三、技术人员的主观明知:技术中立不等于免责
在涉黄APP犯罪链条中,技术人员的责任边界是一个亟待厘清的法律难题。2026年5月,赵飞全律师代理的一起技术人员被控组织卖淫案引发广泛关注。刘某系某招嫖APP的技术员,负责APP的日常技术维护和更新迭代,公诉机关指控其以技术支持的方式参与组织卖淫活动。
赵飞全律师接受委托后,重点围绕“主观明知”这一核心争议点展开辩护。律师向法庭提交了刘某与雇主之间的全部聊天记录,证明刘某对核心业务并不知情;同时提交工资流水,证明其未从卖淫活动中获取任何提成。辩护人指出,刘某仅受雇编写代码,收取固定工资,不参与卖淫活动分成,也不明知具体犯罪细节,其行为至多构成帮助信息网络犯罪活动罪,甚至因缺乏主观明知而不构成犯罪。
这一案例确立了一个重要原则:网络黑产案件中,技术人员的责任边界应当依法严格界定。不能因APP涉及犯罪就当然推定所有技术人员都具有犯罪故意。只有明知APP用于犯罪活动仍积极提供技术支持的人员,才具有犯罪故意。

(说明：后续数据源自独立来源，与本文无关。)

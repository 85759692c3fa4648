package engine

import (
	"encoding/json"
	"fmt"
	"testing"
	"time"

	"github.com/deadspace-fhir/deadspace/api/engine/enginetest"
	"github.com/deadspace-fhir/deadspace/api/store"
	"github.com/deadspace-fhir/deadspace/api/store/boltstore"
	"github.com/deadspace-fhir/deadspace/api/store/pgstore"
	"github.com/deadspace-fhir/deadspace/api/store/pgstore/pgtest"
	"github.com/deadspace-fhir/deadspace/derive"
	"github.com/deadspace-fhir/deadspace/fhir/decode"
)

// endTidalVersion is an end-tidal reading of subject, as version of the
// Observation id, updated at updated.
func endTidalVersion(subject, id, version string, v float64, at, updated time.Time) json.RawMessage {
	return json.RawMessage(fmt.Sprintf(`{"resourceType":"Observation","id":"%s","meta":{"versionId":"%s","lastUpdated":"%s"},"status":"final",`+
		`"code":{"coding":[{"system":"http://loinc.org","code":"19891-1"}]},"subject":{"reference":"%s"},"effectiveDateTime":"%s",`+
		`"valueQuantity":{"value":%g,"unit":"mm[Hg]","system":"http://unitsofmeasure.org","code":"mm[Hg]"}}`,
		id, version, updated.UTC().Format(time.RFC3339), subject, at.UTC().Format(time.RFC3339), v))
}

// openPGReplica is an engine over its own handle on the shared database at
// url, as one replica holds it; nothing runs until the test evaluates.
func openPGReplica(t *testing.T, url, holder string) (*Engine, *pgstore.Store) {
	t.Helper()
	st, err := pgstore.Open(t.Context(), url, pgstore.Options{Holder: holder})
	if err != nil {
		t.Fatal(err)
	}
	t.Cleanup(func() { _ = st.Close() })
	e, err := New(Config{Store: st, Decoder: decode.New(decode.Options{}), Encoder: enginetest.Encoder(t), Derive: derive.DefaultConfig()})
	if err != nil {
		t.Fatal(err)
	}
	return e, st
}

// liveFalls are the onsets of the fall findings in the patient's ledger
// that are not withdrawn.
func liveFalls(t *testing.T, e *Engine, st store.Store, subject string) []time.Time {
	t.Helper()
	ledger, err := st.Ledger(t.Context(), subject)
	if err != nil {
		t.Fatal(err)
	}
	var onsets []time.Time
	for _, en := range ledger {
		if !isFall(en) || en.Status == statusWithdrawn {
			continue
		}
		var p EntryPayload
		if err := json.Unmarshal(en.Payload, &p); err != nil {
			t.Fatal(err)
		}
		if err := e.loadResult(t.Context(), &p); err != nil || p.Fall == nil {
			t.Fatalf("fall entry's result: %+v, %v", p, err)
		}
		onsets = append(onsets, p.Fall.Onset)
	}
	return onsets
}

// Replicas on PostgreSQL keep the fall detector's state between a
// patient's evaluations, as the embedded store's single process does, but
// only while no other replica evaluated the patient in between. Here
// replica A evaluates an hour of steady end-tidal readings (its states are
// saved minutes before the end); replica B takes in corrections that
// lower the last 25 minutes into a sustained fall and evaluates, finding
// one fall; then a new low reading reaches A. Resumed from its saved
// state, which has not seen the corrections, A would find the fall again
// a second time, from its state on; it must find what one evaluation of
// everything finds: the one fall, once.
func TestReplicaDoesNotResumeAfterAnotherReplicaEvaluated(t *testing.T) {
	t.Parallel()
	url := pgtest.NewSchema(t)
	a, stA := openPGReplica(t, url, "replica-a")
	b, stB := openPGReplica(t, url, "replica-b")
	ctx := t.Context()
	const subject = "Patient/fs-0"
	now := time.Now().UTC().Truncate(time.Minute)
	first := now.Add(-time.Hour)
	var history, corrections []json.RawMessage
	for m := 60; m > 0; m-- {
		at := now.Add(-time.Duration(m) * time.Minute)
		id := fmt.Sprintf("et-%d", m)
		history = append(history, endTidalVersion(subject, id, "1", 38, at, first))
		if m <= 25 {
			corrections = append(corrections, endTidalVersion(subject, id, "2", 25, at, now))
		}
	}
	latest := endTidalVersion(subject, "et-0", "1", 25, now, now)

	ingestAndEvaluate := func(e *Engine, raws []json.RawMessage) {
		t.Helper()
		if _, err := e.Ingest(ctx, "test", raws); err != nil {
			t.Fatal(err)
		}
		if err := e.EvaluateNow(ctx); err != nil {
			t.Fatal(err)
		}
	}
	ingestAndEvaluate(a, history)
	if _, ok := a.fallStates.Load(subject); !ok {
		t.Fatal("replica A kept no detector state over PostgreSQL")
	}
	ingestAndEvaluate(b, corrections)
	ingestAndEvaluate(a, []json.RawMessage{latest})

	// One evaluation of everything, on a store of its own.
	ref := enginetest.OpenStore(t, boltstore.Options{NoSync: true})
	whole, err := New(Config{Store: ref, Decoder: decode.New(decode.Options{}), Encoder: enginetest.Encoder(t), Derive: derive.DefaultConfig()})
	if err != nil {
		t.Fatal(err)
	}
	ingestAndEvaluate(whole, append(append(history, corrections...), latest))
	want := liveFalls(t, whole, ref, subject)
	if len(want) != 1 {
		t.Fatalf("one evaluation of everything found falls at %v, want one (the test's data is wrong)", want)
	}
	for name, st := range map[string]store.Store{"A": stA, "B": stB} {
		got := liveFalls(t, a, st, subject)
		if len(got) != 1 || !got[0].Equal(want[0]) {
			t.Errorf("read through replica %s, the ledger holds falls at %v, want one at %v", name, got, want[0])
		}
	}
}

专业的介绍卖淫罪律师在办理此类案件时,会将调查重点放在:技术人员的知情程度、是否获得异常高额报酬、是否参与核心犯罪环节等关键问题上。这些细节往往决定着当事人能否从无罪辩护中获益。
四、网络介绍卖淫与组织卖淫的界分
网络环境下,介绍卖淫与组织卖淫的界限日益模糊。司法实践中,认定组织卖淫罪的关键在于行为人对卖淫活动实现了“管理或者控制”。传统的组织卖淫行为往往依托实体场所实现管理控制;随着互联网技术的发展,通过网络发布招嫖信息、搭建聊天群组、线上调度卖淫人员、统一收取嫖资等方式实施的行为,如果符合组织卖淫的核心特征,即对他人卖淫活动进行“管理或者控制”,也应依法认定为组织卖淫。
因此,当事人在网络涉黄案件中,绝不能简单地认为“只是介绍”。专业的介绍卖淫罪律师会从证据链入手,逐一分析行为人是否对卖淫人员形成了实际控制,从而准确区分罪名,为当事人争取最有利的定性。